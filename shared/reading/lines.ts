import { type Zone, zoneAround } from '#shared/document/define-block.ts';
import type { ReadingWord } from './reading.ts';

/** A line of print: its words from left to right. */
export type Line = { words: ReadingWord[]; zone: Zone; block: number };

export const bottomOf = ([, y, , h]: Zone): number => y + h;
export const rightOf = ([x, , w]: Zone): number => x + w;
export const middleOf = ([, y, , h]: Zone): number => y + h / 2;

/** The middle of a list of numbers, the lower of two; 0 for an empty list. */
export function median(numbers: readonly number[]): number {
  const sorted = [...numbers].sort((a, b) => a - b);
  return sorted[Math.floor((sorted.length - 1) / 2)] ?? 0;
}

/** Groups words by the engine's own lines, which follow the reading order it found. */
export function linesOf(words: readonly ReadingWord[]): Line[] {
  const byLine = new Map<number, ReadingWord[]>();
  for (const word of words) byLine.set(word.line, [...(byLine.get(word.line) ?? []), word]);
  return [...byLine.values()].map((own) => lineFrom(own));
}

export function lineFrom(words: ReadingWord[]): Line {
  const sorted = [...words].sort((a, b) => a.box[0] - b.box[0]);
  return { words: sorted, zone: zoneAround(sorted.map(({ box }) => box)), block: sorted[0]?.block ?? 0 };
}

/**
 * Groups words by height alone, whatever blocks the engine saw: the rows of a table that it took for columns. Words
 * belong to a line when their middles are within half a letter of each other.
 */
export function rowsByHeight(words: readonly ReadingWord[]): Line[] {
  const letter = median(words.map(({ box }) => box[3]));
  const rows: { middle: number; words: ReadingWord[] }[] = [];
  for (const word of [...words].sort((a, b) => middleOf(a.box) - middleOf(b.box))) {
    const row = rows.at(-1);
    if (row !== undefined && middleOf(word.box) - row.middle < letter * 0.5) {
      row.words.push(word);
      row.middle += (middleOf(word.box) - row.middle) / row.words.length;
    } else rows.push({ middle: middleOf(word.box), words: [word] });
  }
  return rows.map(({ words: own }) => lineFrom(own));
}

export const lineText = ({ words }: Line): string => words.map(({ text }) => text).join(' ');

/** Splits a line where the gaps are much wider than between words: the cells of a table's row. */
export function segmentsOf(line: Line, widestWordGap: number): ReadingWord[][] {
  const segments: ReadingWord[][] = [];
  for (const word of line.words) {
    const segment = segments.at(-1);
    const before = segment?.at(-1);
    if (segment !== undefined && before !== undefined && word.box[0] - rightOf(before.box) <= widestWordGap)
      segment.push(word);
    else segments.push([word]);
  }
  return segments;
}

- _TASK DIRECTIONS_
Your output must be an exact copy of every entry.

- _EXERCISE ANSWER_
filename shared/reading/lines.ts
import { type Zone, zoneAround } from '#shared/document/define-block.ts';
import type { ReadingWord } from './reading.ts';

/** A line of print: its words from left to right. */
export type Line = { words: ReadingWord[]; zone: Zone; block: number };

export const bottomOf = ([, y, , h]: Zone): number => y + h;
export const rightOf = ([x, , w]: Zone): number => x + w;
export const middleOf = ([, y, , h]: Zone): number => y + h / 2;

/** The middle of a list of numbers, the lower of two; 0 for an empty list. */
export function median(numbers: readonly number[]): number {
  const sorted = [...numbers].sort((a, b) => a - b);
  return sorted[Math.floor((sorted.length - 1) / 2)] ?? 0;
}

/** Groups words by the engine's own lines, which follow the reading order it found. */
export function linesOf(words: readonly ReadingWord[]): Line[] {
  const byLine = new Map<number, ReadingWord[]>();
  for (const word of words) byLine.set(word.line, [...(byLine.get(word.line) ?? []), word]);
  return [...byLine.values()].map((own) => lineFrom(own));
}

export function lineFrom(words: ReadingWord[]): Line {
  const sorted = [...words].sort((a, b) => a.box[0] - b.box[0]);
  return { words: sorted, zone: zoneAround(sorted.map(({ box }) => box)), block: sorted[0]?.block ?? 0 };
}

/**
 * Groups words by height alone, whatever blocks the engine saw: the rows of a table that it took for columns. Words
 * belong to a line when their middles are within half a letter of each other.
 */
export function rowsByHeight(words: readonly ReadingWord[]): Line[] {
  const letter = median(words.map(({ box }) => box[3]));
  const rows: { middle: number; words: ReadingWord[] }[] = [];
  for (const word of [...words].sort((a, b) => middleOf(a.box) - middleOf(b.box))) {
    const row = rows.at(-1);
    if (row !== undefined && middleOf(word.box) - row.middle < letter * 0.5) {
      row.words.push(word);
      row.middle += (middleOf(word.box) - row.middle) / row.words.length;
    } else rows.push({ middle: middleOf(word.box), words: [word] });
  }
  return rows.map(({ words: own }) => lineFrom(own));
}

export const lineText = ({ words }: Line): string => words.map(({ text }) => text).join(' ');

/** Splits a line where the gaps are much wider than between words: the cells of a table's row. */
export function segmentsOf(line: Line, widestWordGap: number): ReadingWord[][] {
  const segments: ReadingWord[][] = [];
  for (const word of line.words) {
    const segment = segments.at(-1);
    const before = segment?.at(-1);
    if (segment !== undefined && before !== undefined && word.box[0] - rightOf(before.box) <= widestWordGap)
      segment.push(word);
    else segments.push([word]);
  }
  return segments;
}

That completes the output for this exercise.